President Obama’s health care law provides several new protections for consumers. For example, under the Obama Health Care plan, insurance companies can no longer refuse coverage because of pre-existing conditions, nor can they charge you for preventative care services. However, Obama’s health care law also imposes a new responsibility on consumers – mandatory health insurance policies for all who can afford them.
Beginning in 2014, anyone who can afford a health insurance policy must either purchase one or pay a penalty. If you owe the penalty in 2014, it will be equal to 1 percent of your income or $95, whichever is higher. Under Obama Care, this fee will increase after 2014. Furthermore, it isn’t a substitute for health insurance, so you will have to pay any medical costs you incur during the year as well.
To avoid the Obama Health Care penalty, you may qualify for Medicaid under your state’s income standards, be covered by Medicare, be covered by veterans’ health insurance, be covered through an acceptable employer plan or purchase individual insurance.
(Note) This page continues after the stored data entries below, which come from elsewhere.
pw_status pw_report_render_csv(struct pw_report *rep, const pw_report_curves *c)
{
    const pw_fit_result *r = c->fit;
    pw_report_file *f = new_file(rep->csv, &rep->n_csv, "model_curves.csv",
                                 "Model curves at the data's condition");
    if (!f)
        return PW_ENOMEM;
    static const char *const hm[] = {"x1", "y1_bubble", "T_bubble_K", "P_bubble_kPa", "ln_gamma1",
                                     "ln_gamma2", "y1_dew", "T_dew_K", "P_dew_kPa"};
    csv_header(&f->text, hm, 9);
    for (size_t i = 0; i < PW_REPORT_GRID; i++) {
        const pw_draw_phase *ph = &c->phase;
        double v[9] = {ph->x[i], ph->bub_y[i], ph->bub_T[i], ph->bub_P[i] / 1000.0,
                       ph->lngamma[0][i], ph->lngamma[1][i], ph->x[i], ph->dew_T[i],
                       ph->dew_P[i] / 1000.0};
        csv_row(&f->text, v, 9);
    }
    f = new_file(rep->csv, &rep->n_csv, "points.csv", "Measured points with the model's values");
    if (!f)
        return PW_ENOMEM;
    /* three_phase, inside_layers: the points whose model values are the three-phase state */
    static const char *const hp[] = {"line",          "x1",          "y1",           "T_K",
                                     "P_kPa",         "y1_calc",     "T_calc_K",     "P_calc_kPa",
                                     "ln_gamma1_exp", "ln_gamma2_exp", "excluded",   "three_phase",
                                     "inside_layers"};
    csv_header(&f->text, hp, 13);
    for (size_t i = 0; i < r->n_pts; i++) {
        const pw_fit_point *q = &r->pts[i];
        double v[13] = {(double)q->meas.line, q->meas.x1, q->meas.y1, q->meas.T_K,
                        q->meas.P_Pa / 1000.0, q->y_calc, q->T_calc_K, q->P_calc_Pa / 1000.0,
                        q->lngamma_exp[0], q->lngamma_exp[1], q->excluded ? 1.0 : 0.0,
                        q->three_phase ? 1.0 : 0.0, q->in_layers ? 1.0 : 0.0};
        csv_row(&f->text, v, 13);
    }
    if (c->column) {
        f = new_file(rep->csv, &rep->n_csv, "column_curve.csv",
                     "Equilibrium curve at the column pressure");
        if (!f)
            return PW_ENOMEM;
        static const char *const hc[] = {"x1", "y1"};
        csv_header(&f->text, hc, 2);
        for (size_t i = 0; i < PW_REPORT_GRID; i++) {
            double v[2] = {c->xy.x[i], c->xy.y[i]};
            csv_row(&f->text, v, 2);
        }
        f = new_file(rep->csv, &rep->n_csv, "column_lines.csv",
                     "Operating lines, q-line and stage steps");
        if (!f)
            return PW_ENOMEM;
        static const char *const hl[] = {"item", "R", "x", "y"};
        csv_header(&f->text, hl, 4);
        const pw_draw_column *d = &c->dc;
        if (d->drawn) {
            const double Rs[2] = {d->col.r_min, d->r_op};
            const double *lx[2] = {d->op_min_x, d->op_x}, *ly[2] = {d->op_min_y, d->op_y};
            const char *names[2] = {"operating_lines_at_r_min", "operating_lines_at_r"};
            for (int k = 0; k < 2; k++)
                for (int j = 0; j < 3; j++) {
                    double v[3] = {Rs[k], lx[k][j], ly[k][j]};
                    pw_sbuf_printf(&f->text, "%s,", names[k]);
                    csv_row(&f->text, v, 3);
                }
            for (int j = 0; j < 2; j++) {
                double q[3] = {PW_NAN, d->qline_x[j], d->qline_y[j]};
                pw_sbuf_puts(&f->text, "q_line,");
                csv_row(&f->text, q, 3);
            }
            double pin[3] = {d->col.r_min, d->col.pinch.x, d->col.pinch.y};
            pw_sbuf_puts(&f->text, d->col.pinch.kind == PW_PINCH_TANGENT ? "pinch_tangent," : "pinch_feed,");
            csv_row(&f->text, pin, 3);
            for (size_t i = 0; i < d->stairs.n; i++) {
                double v[3] = {d->r_op, d->stairs.x[i], d->stairs.y[i]};
                pw_sbuf_puts(&f->text, "stage_steps,");
                csv_row(&f->text, v, 3);
            }
        }
        const pw_draw_decanter *k = &d->decanter;
        if (d->hetero_blocked && k->status == PW_OK && k->res.feasible) {
            const char *nm[2] = {"decanter_column_a_steps,", "decanter_column_b_steps,"};
            for (int j = 0; j < 2; j++)
                for (size_t i = 0; i < k->stairs[j].n; i++) {
                    double v[3] = {PW_NAN, k->stairs[j].x[i], k->stairs[j].y[i]};
                    pw_sbuf_puts(&f->text, nm[j]);
                    csv_row(&f->text, v, 3);
                }
        }
    }
    if (c->band_status == PW_OK) {
        f = new_file(rep->csv, &rep->n_csv, "pinch_band.csv",
                     "Equilibrium curves near the pinch: best fit and sampled parameter sets");
        if (!f)
            return PW_ENOMEM;
        csv_field(&f->text, "x1", true);
        csv_field(&f->text, "y1_best_fit", false);
        for (size_t k = 0; k < c->band_n; k++)
            pw_sbuf_printf(&f->text, ",y1_draw_%zu", k + 1);
        pw_sbuf_puts(&f->text, "\n");
        double *row = malloc(sizeof *row * (c->band_n + 2));
        if (!row)
            return PW_ENOMEM;
        for (size_t j = 0; j < PW_REPORT_BAND_NX; j++) {
            row[0] = c->band_x[j];
            row[1] = c->band_best[j];
            for (size_t k = 0; k < c->band_n; k++)
                row[k + 2] = c->band_y[k * PW_REPORT_BAND_NX + j];
            csv_row(&f->text, row, c->band_n + 2);
        }
        free(row);
    }
    for (size_t i = 0; i < rep->n_csv; i++)
        if (pw_sbuf_status(&rep->csv[i].text) != PW_OK)
            return PW_ENOMEM;
    return PW_OK;
}
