pw_status pw_section_maximise(pw_section_fn *f, size_t n, const pw_section_pt *end,
                              pw_section_pt *best, double *v_best, bool *at_end)
{
    if (n < 2 || f->nq < 1 || f->nq > PW_SECTION_MAXQ)
        return PW_EINVAL;
    bb c = {.f = f};
    c.at = *end;
    c.best = val(&c, end);
    c.end = true;
    pw_section_pt p, pl, pr;
    for (size_t i = 0; i < n; i++) {
        f->point(f->ctx, i, &p);
        offer(&c, &p, val(&c, &p));
    }
    /* Brent first on the highest interior local maximum of the coarse points, so that the bounds
     * prune. */
    size_t ibest = 0;
    double vbest = -INFINITY;
    for (size_t i = 1; i + 1 < n; i++) {
        f->point(f->ctx, i, &p);
        double v = val(&c, &p);
        if (v > vbest) {
            vbest = v;
            ibest = i;
        }
    }
    if (f->dvalue) {
        /* Every coarse cell whose ends bracket a local maximum (dv > 0 at the left, < 0 at the
         * right), highest first, unless its bound already falls below the best value. */
        size_t done[8];
        for (size_t pass = 0; pass < 8; pass++) {
            size_t pick = 0;
            double vpick = -INFINITY;
            f->point(f->ctx, 0, &pl);
            for (size_t i = 0; i + 1 < n; i++) {
                f->point(f->ctx, i + 1, &pr);
                double dl = dval(&c, &pl), dr = dval(&c, &pr);
                double hv = fmax(val(&c, &pl), val(&c, &pr));
                bool seen = false;
                for (size_t k = 0; k < pass; k++)
                    seen = seen || done[k] == i + 1;
                if (!seen && dl > 0.0 && dr < 0.0 && pl.x < pr.x && hv > vpick &&
                    f->bound(f->ctx, &pl, &pr, f->K) > c.best + f->tol(f->ctx, c.best, &c.at)) {
                    pick = i + 1;
                    vpick = hv;
                }
                pl = pr;
            }
            if (pick == 0)
                break;
            done[pass] = pick;
            f->point(f->ctx, pick - 1, &pl);
            f->point(f->ctx, pick, &pr);
            double vl = val(&c, &pl), vr = val(&c, &pr);
            pw_section_pt s;
            pw_status st = refine_root(&c, &pl, &pr, dval(&c, &pl), dval(&c, &pr),
                                       vl >= vr ? &pl : &pr, fmax(vl, vr), &s);
            if (st != PW_OK)
                return st;
        }
        ibest = 0; /* the minimiser's first run is not needed */
    }
    if (ibest > 0) {
        f->point(f->ctx, ibest - 1, &pl);
        f->point(f->ctx, ibest, &p);
        f->point(f->ctx, ibest + 1, &pr);
        double va = val(&c, &pl), vb = val(&c, &pr);
        if (vbest > va && vbest > vb && isfinite(va) && isfinite(vb)) {
            pw_section_pt s;
            pw_status st = refine(&c, &pl, &p, &pr, va, vbest, vb, &s);
            if (st != PW_OK)
                return st;
        }
    }
    for (int round = 0;; round++) {
        c.restart = false;
        f->point(f->ctx, 0, &pl);
        for (size_t i = 0; i + 1 < n && !c.restart; i++) {
            f->point(f->ctx, i + 1, &pr);
            cell e = {pl, pr};
            pl = pr;
            if (!(e.a.x < e.b.x))
                continue;
            pw_status st = search_cell(&c, &e);
            if (st != PW_OK)
                return st;
        }
        if (!c.restart)
            break;
        if (round + 1 >= MAX_RESTARTS)
            return PW_ENOCONV;
    }
    *best = c.at;
    *v_best = c.best;
    *at_end = c.end;
    return PW_OK;
}
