pw_status pw_dataset_parse_chunked(const char *buf, size_t len, const char *name, size_t chunk,
                                   pw_dataset *ds, pw_error *err)
{
    if (!ds)
        return pw_error_set(err, PW_EINVAL, name, 0, "no dataset given");
    memset(ds, 0, sizeof *ds);
    if (!buf && len)
        return pw_error_set(err, PW_EINVAL, name, 0, "no buffer given");
    const char *nm = name ? name : "(dataset)";
    if (len > PW_DATASET_MAX_BYTES)
        return pw_error_set(err, PW_EPARSE, nm, 0,
                            "the file has %zu bytes (expected at most %u, the reader's limit)", len,
                            PW_DATASET_MAX_BYTES);
    pw_status ust = pw_check_utf8(buf, len, nm, err);
    if (ust != PW_OK)
        return ust;
    pw_ds_reader rd;
    pw_ds_reader_init(&rd, nm);
    /* a spreadsheet export may separate fields with ';' (and then write decimal commas) */
    rd.delim = pw_csvrows_detect_delim(buf, len);
    rd.decimal_comma = rd.delim != ',';
    pw_csvrows r;
    pw_status st = pw_csvrows_init(&r, rd.name, on_line, on_row, &rd, err);
    pw_csvrows_set_delim(&r, rd.delim);
    if (st == PW_OK)
        st = pw_csvrows_feed_all(&r, buf, len, chunk);
    long last_line = r.line;
    pw_csvrows_free(&r);
    if (st == PW_OK && !rd.header_seen) {
        st = pw_ds_meta_complete(&rd, last_line, err);
        if (st == PW_OK)
            st = pw_error_set(err, PW_EPARSE, rd.name, last_line,
                              "no header row (expected x1, optional y1, and %s after the "
                              "metadata)",
                              rd.ds.kind == PW_DATA_ISOBARIC ? "T[UNIT]" : "P[UNIT]");
    } else if (st == PW_OK && rd.ds.n == 0) {
        st = pw_error_set(err, PW_EPARSE, rd.name, rd.header_line,
                          "no data rows after the header row (expected at least one)");
    }
    if (st != PW_OK) {
        pw_ds_reader_free(&rd);
        return st;
    }
    rd.ds.has_y = rd.col_y >= 0 && rd.y_given;
    snprintf(rd.ds.path, sizeof rd.ds.path, "%s", rd.name);
    pw_sha256(buf, len, rd.ds.sha256);
    *ds = rd.ds;
    rd.ds.pts = NULL;
    pw_ds_reader_free(&rd);
    return PW_OK;
}

pw_status pw_dataset_parse(const char *buf, size_t len, const char *name, pw_dataset *ds,
                           pw_error *err)
{
    return pw_dataset_parse_chunked(buf, len, name, 0, ds, err);
}

pw_status pw_dataset_read(const char *path, pw_dataset *ds, pw_error *err)
{
    if (ds)
        memset(ds, 0, sizeof *ds);
    char *buf;
    size_t len;
    pw_status st = pw_csvrows_slurp(path, PW_DATASET_MAX_BYTES, &buf, &len, err);
    if (st != PW_OK)
        return st;
    st = pw_dataset_parse(buf, len, path, ds, err);
    free(buf);
    return st;
}

void pw_dataset_free(pw_dataset *ds)
{
    if (!ds)
        return;
    free(ds->pts);
    memset(ds, 0, sizeof *ds);
}
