/* A number cell: %.*g, or an en dash for a missing value. */
static void num(pw_sbuf *b, double v, int digits)
{
    if (isfinite(v))
        pw_sbuf_printf(b, "<td class=\"num\">%.*g</td>", digits, v);
    else
        pw_sbuf_puts(b, "<td class=\"num\">\xe2\x80\x93</td>");
}

static void kv(pw_sbuf *b, const char *k, const char *v, bool mono)
{
    pw_sbuf_puts(b, "<tr><th>");
    esc(b, k);
    pw_sbuf_puts(b, mono ? "</th><td class=\"mono\">" : "</th><td>");
    esc(b, v && v[0] ? v : "\xe2\x80\x93");
    pw_sbuf_puts(b, "</td></tr>\n");
}

static const char *base_name(const char *p)
{
    const char *s = strrchr(p, '/');
    return s ? s + 1 : p;
}

static void provenance(pw_sbuf *b, const pw_fit_result *r, const pw_report_input *in)
{
    char t[PW_PATH_MAX + 64];
    pw_sbuf_puts(b, "<section id=\"provenance\"><h2>Where these numbers come from</h2>\n"
                    "<table class=\"kv\">\n");
    kv(b, "Data file", r->dataset_path[0] ? base_name(r->dataset_path) : "", false);
    kv(b, "Data file SHA-256", r->dataset_sha256, true);
    kv(b, "Data source (as stated in the file)", r->source, false);
    kv(b, "Fit file", in->fit_path ? base_name(in->fit_path) : "", false);
    snprintf(t, sizeof t, "pinchwise %s, %s", r->version[0] ? r->version : "?", r->created);
    kv(b, "Fitted with", t, false);
    snprintf(t, sizeof t, "pinchwise %s", PINCHWISE_VERSION_STRING);
    kv(b, "Report made with", t, false);
    kv(b, "Report made on (UTC)", in->date_utc, false);
    pw_sbuf_puts(b, "</table></section>\n");
}

static void cautions(pw_sbuf *b)
{
    pw_sbuf_puts(
        b,
        "<aside class=\"pw-caution\" id=\"cautions\"><h2>Read before using these results</h2><ul>\n"
        "<li>These are <strong>screening results</strong> from an activity-coefficient model fitted "
        "to a limited set of measurements, with an ideal vapor phase and constant molal overflow. "
        "They are not a design.</li>\n"
        "<li>Verify with rigorous simulation and with plant, pilot or laboratory data before any "
        "decision; stage counts near minimum reflux, and above all near a tangent pinch, are very "
        "sensitive to the model. Do not extrapolate beyond the measured temperature range.</li>\n"
        "<li>The solvents may be flammable and toxic: consult the safety data sheet (SDS) of every "
        "substance and mixture for flash points, explosion limits, exposure limits and "
        "handling.</li>\n"
        "<li>Pressure relief, vessels, piping and all equipment must be designed to the local codes "
        "and reviewed by licensed, qualified engineers.</li>\n"
        "<li>A formal hazard review (for example a HAZOP) is needed before anything is built or "
        "operated.</li>\n"
        "</ul></aside>\n");
}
The Obama Health Care plan allows states to expand Medicaid coverage to individuals and families with incomes of up to 133 percent of the federal poverty level. However, not every state is expanding Medicaid. If you qualify for Medicaid, all of your health insurance expenses will be covered and you won’t pay any premiums. If you don’t qualify for Medicaid, Obama Care requires you to find alternative coverage.
Medicare/ Veterans’ Health Insurance
You may be eligible for Medicare if you are over age 65, receiving Social Security Disability benefits or suffering from kidney failure. If you qualify for Medicare, you may or may not pay a premium, depending on your circumstances and the type of coverage you choose.
Veterans’ health insurance is available to veterans who served in the military and were not dishonorably discharged. Most veterans who qualify for veterans health insurance, pay little to no money out-of-pocket for coverage.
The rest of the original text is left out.